Após várias tentativas frustradas, pesquisadores conseguiram extrair material genético de um crânio fossilizado apelidado de "Homem-Dragão", ligando-o a um misterioso grupo de humanos antigos conhecido como Denisovanos, relata a CNN. Cerca de uma dúzia de fragmentos ósseos fossilizados de Denisovanos já foram encontrados e identificados usando DNA antigo.

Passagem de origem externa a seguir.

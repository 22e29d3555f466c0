package dev.odetab.ode;

import dev.odetab.expr.Poly;
import dev.odetab.numeric.ComplexBall;
import dev.odetab.numeric.Rational;
import java.math.BigDecimal;
import java.math.MathContext;
import java.math.RoundingMode;
import java.util.ArrayList;
import java.util.Comparator;
import java.util.List;

/**
 * The singular points of P2 y'' + P1 y' + P0 y = 0, located, classified and isolated.
 *
 * <p>Mathematics. Work on the reduced equation (common factors removed, P2 monic; {@link
 * Equation#reduced()}); its singular points are the complex roots of P2 (docs/methods.md §1, DLMF
 * 2.7(i)).
 * <ol>
 * <li>Square-free decomposition P2 = Π_k f_k^k with f_k square-free and pairwise coprime
 * (Yun's algorithm; Yun, "On square-free decomposition algorithms", SYMSAC 1976; von zur
 * Gathen &amp; Gerhard, Modern Computer Algebra, Algorithm 14.21): the roots of f_k are the
 * roots of P2 of multiplicity exactly k.
 * <li>Fuchs (DLMF 2.7(i), 2.7(ii)): a root s of multiplicity k is regular iff
 * P1/P2 has at most a simple pole and P0/P2 at most a double pole there, that is
 * ord_s P1 &gt;= k − 1 and ord_s P0 &gt;= k − 2. Since ord_s P &gt;= m iff P, P', …, P^(m−1) vanish
 * at s, the regular roots of f_k are exactly the roots of
 * r_k = gcd(f_k, P1, P1', …, P1^(k−2), P0, P0', …, P0^(k−3)) (empty lists for small k: every
 * simple root is regular), and the irregular ones the roots of f_k / r_k. All of this is exact
 * rational polynomial arithmetic.
 * <li>The roots of each of these class polynomials are isolated by {@link RootIsolation}.
 * </ol>
 *
 * <p>Derivation: docs/methods.md §12 (singular points).
 */
public final class SingularPoints {
    /** Significant digits of {@link #radiusLowerBound}. */
    static final int DISTANCE_DIGITS = 40;
    private static final MathContext FLOOR = new MathContext(DISTANCE_DIGITS, RoundingMode.FLOOR);

    private SingularPoints() {
    }

    /** A class polynomial: its roots all have this multiplicity and this kind. */
    private record RootClass(Poly poly, int multiplicity, SingularPoint.Kind kind) {
    }

    /** A located singular point with its exact value kept as rationals for distances. */
    private record Located(SingularPoint point, RootIsolation.Root root) {
    }

    /**
     * Trust level: Rigorous (multiplicity, kind and exact values are Exact). Every root of the
     * reduced P2 once, sorted by the center of its disk (real part, then imaginary part).
     * Guarantees: each {@link SingularPoint#location()} contains exactly one distinct root of
     * the reduced P2 and the disks are pairwise disjoint; {@code exact}, when not null, was
     * verified by exact Gaussian-rational evaluation; {@code real} is proven either way.
     * Empty when the reduced P2 is constant (no singular point, e.g. Airy).
     * Sources: DLMF 2.7(i)/(ii) (Fuchs), docs/methods.md §1, the papers cited at {@link RootIsolation}.
     *
     * @throws ArithmeticException when the roots cannot be separated at the precision cap
     *                             ({@link RootIsolation#MAX_PREC_BITS} bits)
     */
    public static List<SingularPoint> of(Equation eq) {
        List<SingularPoint> out = new ArrayList<>();
        for (Located l : locate(eq)) {
            out.add(l.point);
        }
        return out;
    }

    private static List<Located> locate(Equation eq) {
        Equation r = eq.reduced();
        List<RootClass> classes = classify(r);
        List<Poly> polys = new ArrayList<>();
        for (RootClass c : classes) {
            polys.add(c.poly);
        }
        List<Located> out = new ArrayList<>();
        if (polys.isEmpty()) {
            return out;
        }
        List<List<RootIsolation.Root>> roots = RootIsolation.isolate(polys);
        for (int k = 0; k < classes.size(); k++) {
            RootClass c = classes.get(k);
            for (RootIsolation.Root root : roots.get(k)) {
                String exact = root.isExact() ? gaussianText(root.exactRe(), root.exactIm()) : null;
                out.add(new Located(new SingularPoint(root.disk(), exact, c.multiplicity, c.kind, root.real()), root));
            }
        }
        out.sort(Comparator.comparing((Located l) -> l.point.location().re())
                .thenComparing(l -> l.point.location().im()));
        return out;
    }

    /**
     * Trust level: Rigorous. A lower bound, rounded down to {@value #DISTANCE_DIGITS} digits,
     * of the distance from {@code at} to the nearest singular point: min over the singular
     * points of |at − center| − radius (exact distances for exactly known points), clamped at
     * zero. By Fuchs' theorem every solution's power series at an ordinary point converges in
     * the open disk reaching the nearest singular point (docs/methods.md §1; DLMF 2.7(i)), so this is a
     * guaranteed radius of convergence of every solution. Returns null when there is no
     * singular point (infinite radius).
     *
     * @throws IllegalArgumentException when {@code at} is a singular point (exact test, {@link Equation#isOrdinary})
     * @throws ArithmeticException      as {@link #of(Equation)}
     */
    public static BigDecimal radiusLowerBound(Equation eq, Rational at) {
        if (!eq.isOrdinary(at)) {
            throw new IllegalArgumentException(at + " is a singular point of " + eq);
        }
        List<Located> points = locate(eq);
        if (points.isEmpty()) {
            return null;
        }
        BigDecimal best = null;
        for (Located l : points) {
            BigDecimal d = distanceLower(l, at);
            best = best == null ? d : best.min(d);
        }
        return best;
    }

    /** |at − s| rounded down, for one singular point s; zero when the disk reaches {@code at}. */
    private static BigDecimal distanceLower(Located l, Rational at) {
        RootIsolation.Root root = l.root;
        if (root.isExact()) {
            Rational dx = at.subtract(root.exactRe());
            if (root.exactIm().isZero()) {
                return dx.abs().toBigDecimal(FLOOR);
            }
            Rational squared = dx.multiply(dx).add(root.exactIm().multiply(root.exactIm()));
            return ComplexBall.sqrtDown(squared.toBigDecimal(FLOOR), DISTANCE_DIGITS);
        }
        ComplexEnclosure disk = l.point.location();
        Rational dx = at.subtract(Rational.of(disk.re()));
        Rational dy = Rational.of(disk.im());
        Rational squared = dx.multiply(dx).add(dy.multiply(dy));
        BigDecimal center = ComplexBall.sqrtDown(squared.toBigDecimal(FLOOR), DISTANCE_DIGITS);
        BigDecimal d = center.subtract(disk.radius()).round(FLOOR);
        return d.signum() > 0 ? d : BigDecimal.ZERO;
    }

    /** Exact: the class polynomials of the reduced equation (constant ones left out). */
    private static List<RootClass> classify(Equation reduced) {
        List<Poly> f = squareFreeDecomposition(reduced.p2());
        List<RootClass> out = new ArrayList<>();
        for (int k = 1; k < f.size(); k++) {
            Poly fk = f.get(k);
            if (fk.isConstant()) {
                continue;
            }
            Poly regular = regularPart(fk, k, reduced.p1(), reduced.p0());
            Poly irregular = fk.divideExact(regular);
            if (!regular.isConstant()) {
                out.add(new RootClass(regular, k, SingularPoint.Kind.REGULAR));
            }
            if (!irregular.isConstant()) {
                out.add(new RootClass(irregular, k, SingularPoint.Kind.IRREGULAR));
            }
        }
        return out;
    }

    /**
     * Exact: r_k = gcd(f_k, P1, …, P1^(k−2), P0, …, P0^(k−3)), monic; the factor of the
     * square-free f_k whose roots s satisfy ord_s P1 &gt;= k − 1 and ord_s P0 &gt;= k − 2.
     */
    static Poly regularPart(Poly fk, int k, Poly p1, Poly p0) {
        Poly g = fk.monic();
        Poly d = p1;
        for (int j = 0; j <= k - 2; j++) {
            g = g.gcd(d);
            d = d.derivative();
        }
        d = p0;
        for (int j = 0; j <= k - 3; j++) {
            g = g.gcd(d);
            d = d.derivative();
        }
        return g;
    }

    /**
     * Trust level: Exact. Yun's square-free decomposition of a non-zero polynomial p: a list
     * f with f[0] = 1 (unused) and p = lc(p) · Π_{k&gt;=1} f[k]^k, each f[k] monic, square-free
     * and coprime to the others. Recurrence (characteristic 0): a_0 = gcd(p, p'),
     * b_1 = p/a_0, d_1 = p'/a_0 − b_1'; then f[k] = gcd(b_k, d_k), b_{k+1} = b_k/f[k],
     * d_{k+1} = d_k/f[k] − b_{k+1}', until b is constant (Yun 1976).
     */
    static List<Poly> squareFreeDecomposition(Poly p) {
        List<Poly> f = new ArrayList<>();
        f.add(Poly.ONE);
        if (p.isConstant()) {
            return f;
        }
        Poly monic = p.monic();
        Poly dp = monic.derivative();
        Poly a = monic.gcd(dp);
        Poly b = monic.divideExact(a);
        Poly d = dp.divideExact(a).subtract(b.derivative());
        while (!b.isConstant()) {
            Poly fk = b.gcd(d);
            f.add(fk);
            b = b.divideExact(fk);
            d = d.divideExact(fk).subtract(b.derivative());
        }
        return f;
    }

    /** {@code "1"}, {@code "-2i"}, {@code "i"}, {@code "-1/2 + 3i"}, {@code "(3/2)i"}. */
    static String gaussianText(Rational a, Rational b) {
        if (b.isZero()) {
            return a.toString();
        }
        Rational m = b.abs();
        String imag = m.equals(Rational.ONE) ? "i" : (m.isInteger() ? m + "i" : "(" + m + ")i");
        if (a.isZero()) {
            return (b.signum() < 0 ? "-" : "") + imag;
        }
        return a + (b.signum() < 0 ? " - " : " + ") + imag;
    }
}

Mas o pequeno tamanho das amostras deixou poucas pistas sobre a aparência dessa misteriosa população de hominídeos antigos, e o grupo nunca recebeu um nome científico oficial.
Os cientistas geralmente consideram crânios com saliências e cristas características como o melhor tipo de fóssil para entender a forma ou a aparência de uma espécie de hominídeo extinta.
"Eu realmente sinto que resolvemos parte do mistério que cerca essa população", disse Qiaomei Fu, professor do Instituto de Paleontologia e Paleoantropologia, parte da Academia Chinesa de Ciências em Pequim, e principal autor do novo estudo. "Após 15 anos, conhecemos o primeiro crânio de Denisova."
Os Denisovanos foram descobertos pela primeira vez em 2010 por uma equipe que incluía Fu, então um jovem pesquisador do Instituto Max Planck de Antropologia Evolutiva em Leipzig, com base no DNA antigo contido em um fóssil de dedo mindinho encontrado na Caverna Denisova, nas Montanhas Altai, na Rússia, segundo a CNN. Vestígios adicionais descobertos na caverna que dá nome ao grupo e em outras partes da Ásia continuam a preencher o quadro ainda incompleto.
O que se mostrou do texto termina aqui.